Ella, a quien secretamente llamo, ¡madre!, jamás ha fallado en orientarme, protegerme.
Nací en la ribera del río Marañón, precisamente donde el ímpetu de su
caudal ha erosionado la meseta andina formando profundo cañón. Sin embargo,
crecí en el lugar donde sus aguas se tornan quietas como cristal. Esa dicotomía
me enseñó a temprana edad que las energías
del agua pueden conjugar vida o muerte.
—Luce sana —dictaminó nuestra Reina de Asuntos
Domésticos. —Empero, hay que aguardar que Ares manifieste
su voluntad.
Por lo que, según nuestra costumbre permanecí a la intemperie el tiempo reglamentario.
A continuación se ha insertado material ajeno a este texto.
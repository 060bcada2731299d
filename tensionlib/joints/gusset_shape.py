"""The gusset's own outline: where the force spreads in it, and what holds it.

End coordinates: u runs along the member from its end towards its body, v across to the left; the
origin is the member's end on the line of its bolts or the middle of its welds. Lengths in mm,
angles in rad. The rules of spreading, interruption and buckling length are common practice, no
source.
"""

from __future__ import annotations

import math
from collections.abc import Sequence
from dataclasses import dataclass
from functools import cached_property

from tensionlib.errors import InputError
from tensionlib.joints.stated import Length, in_mm
from tensionlib.quantities import ANGLE, LENGTH, Quantity, door

Point = tuple[float, float]
_TAN_30 = math.tan(math.pi / 6)
_TINY = 1e-9


@dataclass(frozen=True, slots=True)
class Hit:
    """Where a ray meets the outline: how far, and which edge."""

    distance: float
    edge: int


@dataclass(frozen=True, slots=True)
class Width:
    """The width that counts: its two ends across, and what cut each: "" for nothing, "free edge"
    or "support"."""

    low: float
    high: float
    cut_low: str
    cut_high: str

    @property
    def width(self) -> float:
        return self.high - self.low


@dataclass(frozen=True, slots=True)
class SupportRun:
    """A supported edge: its length, and for a unit tension in the member the parts along and
    square to the edge and the lever of the square part about the edge's middle."""

    edge: int
    length: float
    along: float
    square: float
    lever: float


@dataclass(frozen=True)
class GussetShape:
    """The outline of a gusset in its own axes.

    Parameters
    ----------
    corners : sequence of (length, length)
        In turn round the outline, three or more.
    supported : sequence of int
        Edges held by the beam or column, counted from 0; edge i runs from corner i to the next.
    member_at : (length, length)
        Where the member's end lies on the line of its bolts, or in the middle of its welds.
    angle : angle
        From the x axis to the member's direction, from the gusset towards its body.

    Raises
    ------
    InputError
        For fewer than three corners, edges that cross, a supported edge that is not there, or a
        member whose end is not on the gusset.
    """

    corners: Sequence[tuple[Length, Length]]
    supported: Sequence[int]
    member_at: tuple[Length, Length]
    angle: Quantity | str

    def __post_init__(self) -> None:
        def pair(name: str, value: object) -> tuple[Quantity, Quantity]:
            if not isinstance(value, tuple | list) or len(value) != 2:
                raise InputError(f"{name}: got {value!r}; two lengths are due")
            first, second = (door(name, each, LENGTH, example="120 mm") for each in value)
            return first, second

        corners = tuple(pair(f"corner {i}", each) for i, each in enumerate(self.corners))
        if len(corners) < 3:
            raise InputError(f"corners: got {len(corners)}; three or more are due")
        object.__setattr__(self, "corners", corners)
        object.__setattr__(self, "member_at", pair("member_at", self.member_at))
        object.__setattr__(self, "angle", door("angle", self.angle, ANGLE, example="40 deg"))
        held = tuple(self.supported)
        for edge in held:
            if not isinstance(edge, int) or not 0 <= edge < len(corners):
                raise InputError(
                    f"supported: got {edge!r}; edges are counted 0 to {len(corners) - 1}"
                )
        object.__setattr__(self, "supported", held)
        if _crosses(self.outline):
            raise InputError("corners: two edges cross or touch; give the corners in turn")
        if not _inside(self.outline, (0.0, 0.0)):
            raise InputError("member_at: the member's end is not on the gusset; it lies outside")

    @cached_property
    def outline(self) -> tuple[Point, ...]:
        """The corners in end coordinates, in their order."""
        turn = float(door("angle", self.angle, ANGLE).internal)
        cos, sin = math.cos(turn), math.sin(turn)
        x_0, y_0 = map(in_mm, self.member_at)
        out = []
        for x, y in self.corners:
            dx, dy = in_mm(x) - x_0, in_mm(y) - y_0
            out.append((dx * cos + dy * sin, -dx * sin + dy * cos))
        return tuple(out)

    def edge(self, i: int) -> tuple[Point, Point]:
        """Ends of an edge in end coordinates."""
        corners = self.outline
        return corners[i], corners[(i + 1) % len(corners)]

    def ray(self, u: float, v: float, du: float, dv: float) -> Hit:
        """From a point inside, in a direction of unit length, to the outline."""
        best: Hit | None = None
        for i in range(len(self.outline)):
            (a, b), (c, d) = self.edge(i)
            eu, ev = c - a, d - b
            cross = du * ev - dv * eu
            if abs(cross) < _TINY:
                continue
            t = ((a - u) * ev - (b - v) * eu) / cross
            s = ((a - u) * dv - (b - v) * du) / cross
            if t > -_TINY and -_TINY <= s <= 1 + _TINY and (best is None or t < best.distance):
                best = Hit(max(t, 0.0), i)
        if best is None:
            raise InputError(f"gusset: the point ({u:g}, {v:g}) mm is not on it")
        return best

    def _what(self, edge: int) -> str:
        return "support" if edge in self.supported else "free edge"

    def width(self, starts: Sequence[Point], u_last: float) -> Width:
        """The width at u = `u_last` over which the force spreads at 30 degrees from `starts`.

        A spread that runs out through an edge counts no farther than where it leaves, and the
        line across no farther than the outline; a supported edge cuts it as a free one does.
        """
        low, high = _bounds(starts, u_last)
        middle = min(max(0.0, low), high)
        cut_low = cut_high = ""
        for sign in (-1.0, 1.0):
            limit = low if sign < 0 else high
            reaches = [(sign * v + (u - u_last) * _TAN_30, (u, v)) for u, v in starts]
            start = max(reaches)[1]
            hits = [
                (middle + sign * hit.distance, hit.edge)
                for hit in [self.ray(u_last, middle, 0.0, sign)]
            ]
            reach = math.hypot(start[0] - u_last, limit - start[1])
            if reach > _TINY:
                hit = self.ray(*start, (u_last - start[0]) / reach, (limit - start[1]) / reach)
                if hit.distance < reach - _TINY:
                    at = start[1] + (limit - start[1]) * hit.distance / reach
                    hits.append((at, hit.edge))
            for at, edge in hits:
                if sign * at < sign * limit - _TINY:
                    limit = at
                    if sign < 0:
                        cut_low = self._what(edge)
                    else:
                        cut_high = self._what(edge)
            if sign < 0:
                low = limit
            else:
                high = limit
        return Width(low, high, cut_low, cut_high)

    def strips(
        self, u_last: float, width: Width
    ) -> tuple[float | None, float | None, float | None]:
        """Along the member back to the support from the low end, the middle and the high end of
        the width; None where a free edge comes first."""
        ends = (width.low, (width.low + width.high) / 2, width.high)
        # A hair inside, so that an end on the outline sees the gusset and not the edge it is on.
        inset = min(1e-6, width.width / 4)
        places = (ends[0] + inset, ends[1], ends[2] - inset)
        hits = [self.ray(u_last, v, -1.0, 0.0) for v in places]
        first, second, third = (
            hit.distance if hit.edge in self.supported else None for hit in hits
        )
        return first, second, third

    def free_edges(self) -> list[tuple[int, float]]:
        """Each edge that is not supported, with its length."""
        return [
            (i, math.dist(*self.edge(i)))
            for i in range(len(self.outline))
            if i not in self.supported
        ]

    def support_runs(self) -> list[SupportRun]:
        """Each supported edge and what a unit tension along +u on v = 0 puts on it."""
        out = []
        for i in self.supported:
            (a, b), (c, d) = self.edge(i)
            length = math.hypot(c - a, d - b)
            eu, ev = (c - a) / length, (d - b) / length
            # Moment of the force about the edge's middle; the lever turns it into the square part.
            moment = (b + d) / 2
            square = abs(ev)
            out.append(SupportRun(i, length, abs(eu), square, abs(moment)))
        return out

    @cached_property
    def across(self) -> tuple[float, float]:
        """Extent of the outline across the force."""
        vs = [v for _, v in self.outline]
        return min(vs), max(vs)


@dataclass(frozen=True)
class GussetPart:
    """A gusset as the search for failure paths sees it: x from `u_0` back into the gusset, y across
    from its lowest point; its own edges all round. `u_0` is any u beyond its free end."""

    shape: GussetShape
    t: float
    u_0: float

    def to_part(self, u: float, v: float) -> Point:
        """A point of the end in the part's axes."""
        return self.u_0 - u, v - self.shape.across[0]

    def _end(self, x: float, y: float) -> Point:
        return self.u_0 - x, y + self.shape.across[0]

    @property
    def width(self) -> float:
        low, high = self.shape.across
        return high - low

    def thickness(self, y: float) -> float:
        return self.t

    def thickness_between(self, y_1: float, y_2: float) -> float:
        return self.t

    def _to(self, x: float, y: float, du: float, dv: float) -> float:
        hit = self.shape.ray(*self._end(x, y), du, dv)
        return math.inf if hit.edge in self.shape.supported else hit.distance

    def to_end(self, x: float, y: float) -> float:
        return self._to(x, y, 1.0, 0.0)

    def to_low(self, x: float, y: float) -> float:
        return self._to(x, y, 0.0, -1.0)

    def to_high(self, x: float, y: float) -> float:
        return self._to(x, y, 0.0, 1.0)


def _bounds(starts: Sequence[Point], u_last: float) -> Point:
    low = min(v - (u - u_last) * _TAN_30 for u, v in starts)
    high = max(v + (u - u_last) * _TAN_30 for u, v in starts)
    return low, high


def _inside(polygon: Sequence[Point], point: Point) -> bool:
    x, y = point
    inside = False
    for (a, b), (c, d) in zip(polygon, [*polygon[1:], polygon[0]], strict=True):
        if (b > y) != (d > y) and x < a + (y - b) * (c - a) / (d - b):
            inside = not inside
    return inside


def _crosses(polygon: Sequence[Point]) -> bool:
    """Whether two edges that are not neighbours meet, or a corner stands twice."""
    n = len(polygon)
    edges = [(polygon[i], polygon[(i + 1) % n]) for i in range(n)]
    if any(math.dist(p, q) < _TINY for p, q in edges):
        return True
    return any(
        _meet(*edges[i], *edges[j]) for i in range(n) for j in range(i + 2, n) if (j + 1) % n != i
    )


def _meet(p: Point, q: Point, r: Point, s: Point) -> bool:
    """Whether the segments pq and rs have a point in common."""

    def side(a: Point, b: Point, c: Point) -> float:
        return (b[0] - a[0]) * (c[1] - a[1]) - (b[1] - a[1]) * (c[0] - a[0])

    def on(a: Point, b: Point, c: Point) -> bool:
        return (
            min(a[0], b[0]) - _TINY <= c[0] <= max(a[0], b[0]) + _TINY
            and min(a[1], b[1]) - _TINY <= c[1] <= max(a[1], b[1]) + _TINY
        )

    turns = side(p, q, r), side(p, q, s), side(r, s, p), side(r, s, q)
    if turns[0] * turns[1] < 0 and turns[2] * turns[3] < 0:
        return True
    touching = ((p, q, r), (p, q, s), (r, s, p), (r, s, q))
    return any(
        abs(turn) < _TINY and on(*three) for turn, three in zip(turns, touching, strict=True)
    )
Debe haber
sido entonces que el agua me adoptó como hija porque el río (seguramente
obedeciendo designios supremos) a lo largo de la crucial prueba, periódicamente
mojaba mis labios para nutrirme hasta que las autoridades tuvieron a bien
autenticar que mi destino era vivir.
—El agua será su poderosa aliada —vaticinó después
alguien de la comitiva real.
Mi instinto convirtió ese augurio en
tabla de salvación a la que
me así durante todo mi entrenamiento. El cual comienza desde nuestra más tierna
infancia porque para sobrevivir como amazona, somos adiestradas en múltiples
faenas y muy pronto debemos demostrar que
dominamos la pesca, la caza y el manejo de armas.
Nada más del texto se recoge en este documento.